Your reply should hold only the lines from the records below where "Stdio" occurs.

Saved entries
■ ■ ■

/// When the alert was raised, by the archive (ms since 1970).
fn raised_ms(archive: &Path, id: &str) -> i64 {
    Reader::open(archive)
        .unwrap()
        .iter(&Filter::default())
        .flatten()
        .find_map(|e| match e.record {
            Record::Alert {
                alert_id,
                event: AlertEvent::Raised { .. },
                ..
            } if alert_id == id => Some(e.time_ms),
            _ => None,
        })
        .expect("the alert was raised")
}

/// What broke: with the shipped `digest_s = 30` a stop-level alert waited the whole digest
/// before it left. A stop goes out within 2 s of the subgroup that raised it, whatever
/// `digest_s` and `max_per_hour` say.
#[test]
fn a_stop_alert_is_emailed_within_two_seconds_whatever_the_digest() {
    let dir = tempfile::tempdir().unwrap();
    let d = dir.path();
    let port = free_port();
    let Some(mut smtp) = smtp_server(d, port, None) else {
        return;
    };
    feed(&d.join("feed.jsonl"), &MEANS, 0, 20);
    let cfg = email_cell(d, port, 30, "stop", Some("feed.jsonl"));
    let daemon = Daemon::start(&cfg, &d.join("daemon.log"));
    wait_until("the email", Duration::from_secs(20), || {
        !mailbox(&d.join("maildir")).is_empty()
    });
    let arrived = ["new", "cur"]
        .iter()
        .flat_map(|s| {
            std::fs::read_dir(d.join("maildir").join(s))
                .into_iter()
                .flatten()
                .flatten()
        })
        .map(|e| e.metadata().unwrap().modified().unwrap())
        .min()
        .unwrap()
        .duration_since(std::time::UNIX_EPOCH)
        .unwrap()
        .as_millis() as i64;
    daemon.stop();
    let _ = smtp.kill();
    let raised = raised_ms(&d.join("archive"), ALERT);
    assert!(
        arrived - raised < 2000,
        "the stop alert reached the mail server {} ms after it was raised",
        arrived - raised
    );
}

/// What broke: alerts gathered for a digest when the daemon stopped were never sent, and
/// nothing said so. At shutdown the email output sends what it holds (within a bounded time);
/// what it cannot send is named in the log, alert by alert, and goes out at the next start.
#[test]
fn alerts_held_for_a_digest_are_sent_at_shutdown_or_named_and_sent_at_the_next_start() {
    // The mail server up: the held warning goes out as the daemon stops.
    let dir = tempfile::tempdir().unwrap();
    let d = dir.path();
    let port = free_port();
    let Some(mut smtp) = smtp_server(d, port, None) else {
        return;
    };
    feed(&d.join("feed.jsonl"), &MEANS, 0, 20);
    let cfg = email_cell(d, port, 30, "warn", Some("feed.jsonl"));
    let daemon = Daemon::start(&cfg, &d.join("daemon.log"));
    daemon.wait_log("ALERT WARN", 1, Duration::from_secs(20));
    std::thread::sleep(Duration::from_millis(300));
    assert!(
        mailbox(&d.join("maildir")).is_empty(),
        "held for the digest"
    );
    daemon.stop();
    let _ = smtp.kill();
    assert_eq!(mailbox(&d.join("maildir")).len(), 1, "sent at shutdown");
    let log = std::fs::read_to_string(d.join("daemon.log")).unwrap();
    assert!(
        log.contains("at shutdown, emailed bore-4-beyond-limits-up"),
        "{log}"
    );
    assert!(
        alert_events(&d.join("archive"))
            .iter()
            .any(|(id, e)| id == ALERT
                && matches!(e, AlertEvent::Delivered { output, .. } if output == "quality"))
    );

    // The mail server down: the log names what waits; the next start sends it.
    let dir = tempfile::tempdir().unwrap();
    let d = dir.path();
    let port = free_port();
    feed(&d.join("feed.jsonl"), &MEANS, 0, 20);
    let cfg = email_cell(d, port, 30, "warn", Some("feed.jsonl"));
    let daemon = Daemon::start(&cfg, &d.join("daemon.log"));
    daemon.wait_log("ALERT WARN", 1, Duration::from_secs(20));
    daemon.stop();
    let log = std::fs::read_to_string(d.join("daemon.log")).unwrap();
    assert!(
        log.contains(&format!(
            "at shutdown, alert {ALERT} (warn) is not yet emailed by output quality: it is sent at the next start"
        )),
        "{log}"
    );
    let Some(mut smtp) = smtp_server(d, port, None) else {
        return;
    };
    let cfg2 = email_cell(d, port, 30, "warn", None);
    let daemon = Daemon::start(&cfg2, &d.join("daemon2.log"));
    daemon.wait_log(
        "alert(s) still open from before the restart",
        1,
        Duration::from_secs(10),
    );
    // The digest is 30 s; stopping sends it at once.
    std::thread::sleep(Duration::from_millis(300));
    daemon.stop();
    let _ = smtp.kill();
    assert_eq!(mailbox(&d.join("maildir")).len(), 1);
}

■ ■ ■

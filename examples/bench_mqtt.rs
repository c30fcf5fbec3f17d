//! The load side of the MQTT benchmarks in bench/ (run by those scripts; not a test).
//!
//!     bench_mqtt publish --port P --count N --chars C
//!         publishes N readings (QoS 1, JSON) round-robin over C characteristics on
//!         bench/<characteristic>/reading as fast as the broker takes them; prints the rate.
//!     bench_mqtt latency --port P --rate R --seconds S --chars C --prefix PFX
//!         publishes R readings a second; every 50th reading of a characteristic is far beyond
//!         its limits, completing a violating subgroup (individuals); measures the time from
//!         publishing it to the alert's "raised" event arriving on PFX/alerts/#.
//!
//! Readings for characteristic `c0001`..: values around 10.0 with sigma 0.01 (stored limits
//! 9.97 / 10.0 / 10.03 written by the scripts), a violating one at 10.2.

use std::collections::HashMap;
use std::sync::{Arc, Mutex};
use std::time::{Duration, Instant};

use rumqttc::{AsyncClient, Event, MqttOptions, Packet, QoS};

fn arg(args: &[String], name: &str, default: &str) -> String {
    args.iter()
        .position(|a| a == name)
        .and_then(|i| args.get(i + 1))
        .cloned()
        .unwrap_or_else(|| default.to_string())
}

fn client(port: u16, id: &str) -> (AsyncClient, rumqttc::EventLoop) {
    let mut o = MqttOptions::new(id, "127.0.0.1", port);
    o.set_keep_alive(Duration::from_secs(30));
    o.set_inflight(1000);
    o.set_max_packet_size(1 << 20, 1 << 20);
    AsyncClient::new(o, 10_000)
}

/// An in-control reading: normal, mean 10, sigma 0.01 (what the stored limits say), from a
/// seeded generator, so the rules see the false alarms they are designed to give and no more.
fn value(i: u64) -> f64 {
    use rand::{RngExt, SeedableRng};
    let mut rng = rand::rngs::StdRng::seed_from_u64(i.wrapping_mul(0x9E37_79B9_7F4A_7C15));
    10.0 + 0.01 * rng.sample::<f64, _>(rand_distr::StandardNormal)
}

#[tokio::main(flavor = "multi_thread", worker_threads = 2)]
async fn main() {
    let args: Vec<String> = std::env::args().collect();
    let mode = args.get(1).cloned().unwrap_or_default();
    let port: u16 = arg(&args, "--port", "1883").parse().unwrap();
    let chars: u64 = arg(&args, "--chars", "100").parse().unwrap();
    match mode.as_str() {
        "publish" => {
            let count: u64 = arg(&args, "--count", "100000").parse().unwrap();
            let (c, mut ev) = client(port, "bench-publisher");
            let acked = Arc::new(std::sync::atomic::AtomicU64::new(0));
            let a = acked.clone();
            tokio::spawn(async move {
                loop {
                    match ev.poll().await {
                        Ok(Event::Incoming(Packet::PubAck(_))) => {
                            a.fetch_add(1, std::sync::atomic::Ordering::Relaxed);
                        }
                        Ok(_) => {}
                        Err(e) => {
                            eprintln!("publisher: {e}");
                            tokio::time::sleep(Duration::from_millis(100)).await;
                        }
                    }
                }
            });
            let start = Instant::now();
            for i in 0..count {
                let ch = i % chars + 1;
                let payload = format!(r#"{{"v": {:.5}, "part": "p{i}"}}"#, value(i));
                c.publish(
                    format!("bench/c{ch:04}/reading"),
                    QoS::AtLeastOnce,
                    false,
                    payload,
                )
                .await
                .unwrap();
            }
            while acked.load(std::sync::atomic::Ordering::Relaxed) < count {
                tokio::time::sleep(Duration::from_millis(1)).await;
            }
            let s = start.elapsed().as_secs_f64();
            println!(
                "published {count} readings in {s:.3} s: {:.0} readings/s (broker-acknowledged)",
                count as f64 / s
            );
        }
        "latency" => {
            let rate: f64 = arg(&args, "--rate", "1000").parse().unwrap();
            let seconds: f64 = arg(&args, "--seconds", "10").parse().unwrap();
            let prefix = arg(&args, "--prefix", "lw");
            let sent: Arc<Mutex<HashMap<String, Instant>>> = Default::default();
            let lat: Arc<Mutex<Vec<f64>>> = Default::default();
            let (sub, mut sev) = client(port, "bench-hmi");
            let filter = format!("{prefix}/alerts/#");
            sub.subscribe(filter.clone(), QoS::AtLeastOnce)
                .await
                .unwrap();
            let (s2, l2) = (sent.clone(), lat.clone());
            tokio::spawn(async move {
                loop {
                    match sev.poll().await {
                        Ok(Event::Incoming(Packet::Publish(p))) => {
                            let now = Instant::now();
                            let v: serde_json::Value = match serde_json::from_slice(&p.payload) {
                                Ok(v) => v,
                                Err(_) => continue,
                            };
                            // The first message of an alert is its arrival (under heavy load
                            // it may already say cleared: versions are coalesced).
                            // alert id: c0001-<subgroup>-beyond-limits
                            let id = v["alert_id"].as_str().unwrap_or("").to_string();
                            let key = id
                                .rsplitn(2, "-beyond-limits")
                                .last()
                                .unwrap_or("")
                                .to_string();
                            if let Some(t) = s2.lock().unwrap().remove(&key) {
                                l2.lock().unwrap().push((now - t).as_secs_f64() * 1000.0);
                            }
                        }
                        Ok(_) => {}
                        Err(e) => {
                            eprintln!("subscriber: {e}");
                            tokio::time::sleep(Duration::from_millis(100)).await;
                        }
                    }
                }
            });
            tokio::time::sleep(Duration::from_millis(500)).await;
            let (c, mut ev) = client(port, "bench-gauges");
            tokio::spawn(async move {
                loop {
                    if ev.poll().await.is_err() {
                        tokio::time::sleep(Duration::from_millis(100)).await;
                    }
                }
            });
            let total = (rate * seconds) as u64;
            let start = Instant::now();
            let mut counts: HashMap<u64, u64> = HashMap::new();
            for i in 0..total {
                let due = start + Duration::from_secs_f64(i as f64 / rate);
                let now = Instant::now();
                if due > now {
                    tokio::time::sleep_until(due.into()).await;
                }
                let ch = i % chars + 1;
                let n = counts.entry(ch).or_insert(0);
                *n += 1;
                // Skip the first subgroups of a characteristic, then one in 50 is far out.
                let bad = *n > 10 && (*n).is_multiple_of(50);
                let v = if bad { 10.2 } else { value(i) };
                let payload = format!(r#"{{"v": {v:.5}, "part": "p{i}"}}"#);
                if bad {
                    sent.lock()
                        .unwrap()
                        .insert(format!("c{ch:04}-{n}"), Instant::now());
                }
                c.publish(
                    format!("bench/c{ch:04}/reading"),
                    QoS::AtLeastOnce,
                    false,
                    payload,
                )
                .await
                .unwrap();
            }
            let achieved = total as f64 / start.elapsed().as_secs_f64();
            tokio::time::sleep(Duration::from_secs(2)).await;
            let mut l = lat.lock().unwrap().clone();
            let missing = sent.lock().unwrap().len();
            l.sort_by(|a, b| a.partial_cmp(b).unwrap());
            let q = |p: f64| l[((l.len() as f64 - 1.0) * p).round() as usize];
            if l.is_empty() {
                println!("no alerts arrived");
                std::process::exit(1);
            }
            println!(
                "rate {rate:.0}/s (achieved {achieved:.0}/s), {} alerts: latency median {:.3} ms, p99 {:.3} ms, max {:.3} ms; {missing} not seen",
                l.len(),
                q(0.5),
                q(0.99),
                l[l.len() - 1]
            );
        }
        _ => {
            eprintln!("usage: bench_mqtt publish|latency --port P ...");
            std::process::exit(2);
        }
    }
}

■ ■ ■

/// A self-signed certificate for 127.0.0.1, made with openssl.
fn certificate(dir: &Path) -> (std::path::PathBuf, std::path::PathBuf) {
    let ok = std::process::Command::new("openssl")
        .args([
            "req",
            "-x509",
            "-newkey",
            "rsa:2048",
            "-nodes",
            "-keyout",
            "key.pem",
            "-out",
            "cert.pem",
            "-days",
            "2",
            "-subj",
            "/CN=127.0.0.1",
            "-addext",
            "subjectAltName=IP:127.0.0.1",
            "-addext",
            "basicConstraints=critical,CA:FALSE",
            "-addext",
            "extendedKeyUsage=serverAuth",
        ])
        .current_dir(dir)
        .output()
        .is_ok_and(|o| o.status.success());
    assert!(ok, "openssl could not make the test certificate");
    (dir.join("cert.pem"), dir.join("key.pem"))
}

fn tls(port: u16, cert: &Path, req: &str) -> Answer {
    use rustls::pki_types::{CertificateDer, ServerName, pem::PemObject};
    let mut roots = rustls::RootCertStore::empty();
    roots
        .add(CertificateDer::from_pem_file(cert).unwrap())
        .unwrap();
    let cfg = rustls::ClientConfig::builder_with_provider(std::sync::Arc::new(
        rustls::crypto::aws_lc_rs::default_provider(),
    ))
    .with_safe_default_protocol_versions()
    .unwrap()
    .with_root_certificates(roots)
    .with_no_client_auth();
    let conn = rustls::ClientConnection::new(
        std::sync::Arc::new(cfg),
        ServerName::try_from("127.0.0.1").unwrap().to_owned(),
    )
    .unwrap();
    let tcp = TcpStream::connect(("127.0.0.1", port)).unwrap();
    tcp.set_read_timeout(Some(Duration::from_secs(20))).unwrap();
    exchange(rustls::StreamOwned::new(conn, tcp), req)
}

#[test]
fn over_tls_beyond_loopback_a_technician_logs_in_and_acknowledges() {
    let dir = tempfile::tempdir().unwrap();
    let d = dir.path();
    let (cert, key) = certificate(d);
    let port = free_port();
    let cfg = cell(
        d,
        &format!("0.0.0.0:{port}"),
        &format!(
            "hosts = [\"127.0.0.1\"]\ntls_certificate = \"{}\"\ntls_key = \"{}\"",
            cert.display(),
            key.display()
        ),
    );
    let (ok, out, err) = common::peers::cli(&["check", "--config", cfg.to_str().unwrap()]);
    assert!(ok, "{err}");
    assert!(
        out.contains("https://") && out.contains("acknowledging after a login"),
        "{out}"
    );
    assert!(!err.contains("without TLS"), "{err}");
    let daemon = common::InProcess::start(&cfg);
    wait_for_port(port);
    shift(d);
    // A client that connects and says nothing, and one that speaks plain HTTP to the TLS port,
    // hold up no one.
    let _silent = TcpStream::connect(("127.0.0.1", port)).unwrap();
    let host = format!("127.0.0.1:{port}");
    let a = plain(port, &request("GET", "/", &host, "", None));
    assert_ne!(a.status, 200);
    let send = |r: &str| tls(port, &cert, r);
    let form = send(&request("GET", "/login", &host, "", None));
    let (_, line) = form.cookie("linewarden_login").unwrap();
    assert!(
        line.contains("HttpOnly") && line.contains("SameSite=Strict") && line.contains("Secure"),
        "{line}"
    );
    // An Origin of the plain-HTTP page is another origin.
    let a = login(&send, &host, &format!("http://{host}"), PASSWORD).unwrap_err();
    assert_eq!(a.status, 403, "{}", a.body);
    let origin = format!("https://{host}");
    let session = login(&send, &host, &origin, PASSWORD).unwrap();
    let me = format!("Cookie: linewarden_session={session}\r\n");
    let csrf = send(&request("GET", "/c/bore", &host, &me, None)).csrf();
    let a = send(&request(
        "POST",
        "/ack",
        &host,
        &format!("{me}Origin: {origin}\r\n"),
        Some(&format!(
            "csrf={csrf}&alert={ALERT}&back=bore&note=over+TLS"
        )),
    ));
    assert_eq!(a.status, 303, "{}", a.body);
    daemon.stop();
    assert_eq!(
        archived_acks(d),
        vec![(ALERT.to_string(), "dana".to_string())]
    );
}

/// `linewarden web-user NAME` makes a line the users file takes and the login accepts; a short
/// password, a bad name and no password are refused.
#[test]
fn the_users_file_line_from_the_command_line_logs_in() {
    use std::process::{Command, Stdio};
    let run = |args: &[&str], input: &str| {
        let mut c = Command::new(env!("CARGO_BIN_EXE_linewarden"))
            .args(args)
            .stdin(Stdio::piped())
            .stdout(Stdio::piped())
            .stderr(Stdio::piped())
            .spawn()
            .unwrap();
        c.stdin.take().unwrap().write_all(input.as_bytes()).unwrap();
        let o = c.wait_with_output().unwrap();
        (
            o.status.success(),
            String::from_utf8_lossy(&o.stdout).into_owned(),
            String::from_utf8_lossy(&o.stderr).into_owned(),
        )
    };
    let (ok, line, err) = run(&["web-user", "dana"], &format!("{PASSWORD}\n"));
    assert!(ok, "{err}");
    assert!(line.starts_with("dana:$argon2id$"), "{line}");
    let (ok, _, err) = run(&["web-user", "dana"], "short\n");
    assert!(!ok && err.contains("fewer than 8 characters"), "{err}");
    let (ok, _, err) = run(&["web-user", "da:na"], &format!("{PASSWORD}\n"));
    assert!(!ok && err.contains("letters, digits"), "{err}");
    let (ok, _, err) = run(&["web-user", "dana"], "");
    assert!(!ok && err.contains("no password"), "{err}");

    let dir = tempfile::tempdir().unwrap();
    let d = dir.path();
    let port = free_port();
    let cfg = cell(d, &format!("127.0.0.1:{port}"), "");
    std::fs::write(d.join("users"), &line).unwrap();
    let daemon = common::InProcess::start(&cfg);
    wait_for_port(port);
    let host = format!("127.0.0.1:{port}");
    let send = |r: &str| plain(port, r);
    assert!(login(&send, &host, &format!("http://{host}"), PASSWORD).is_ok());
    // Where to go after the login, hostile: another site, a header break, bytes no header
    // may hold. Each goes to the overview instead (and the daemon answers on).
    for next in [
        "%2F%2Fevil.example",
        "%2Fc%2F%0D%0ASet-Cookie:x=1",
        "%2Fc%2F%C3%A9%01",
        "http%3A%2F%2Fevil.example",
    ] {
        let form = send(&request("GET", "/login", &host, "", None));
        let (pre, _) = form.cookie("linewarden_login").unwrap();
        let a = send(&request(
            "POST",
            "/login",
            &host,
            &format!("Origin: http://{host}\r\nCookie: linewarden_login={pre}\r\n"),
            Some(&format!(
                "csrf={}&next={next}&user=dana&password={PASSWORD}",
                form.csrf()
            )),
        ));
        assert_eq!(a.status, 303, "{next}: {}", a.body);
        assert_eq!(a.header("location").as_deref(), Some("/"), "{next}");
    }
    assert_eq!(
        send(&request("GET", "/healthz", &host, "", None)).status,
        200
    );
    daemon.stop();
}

■ ■ ■

Expected answer
    use std::process::{Command, Stdio};
            .stdin(Stdio::piped())
            .stdout(Stdio::piped())
            .stderr(Stdio::piped())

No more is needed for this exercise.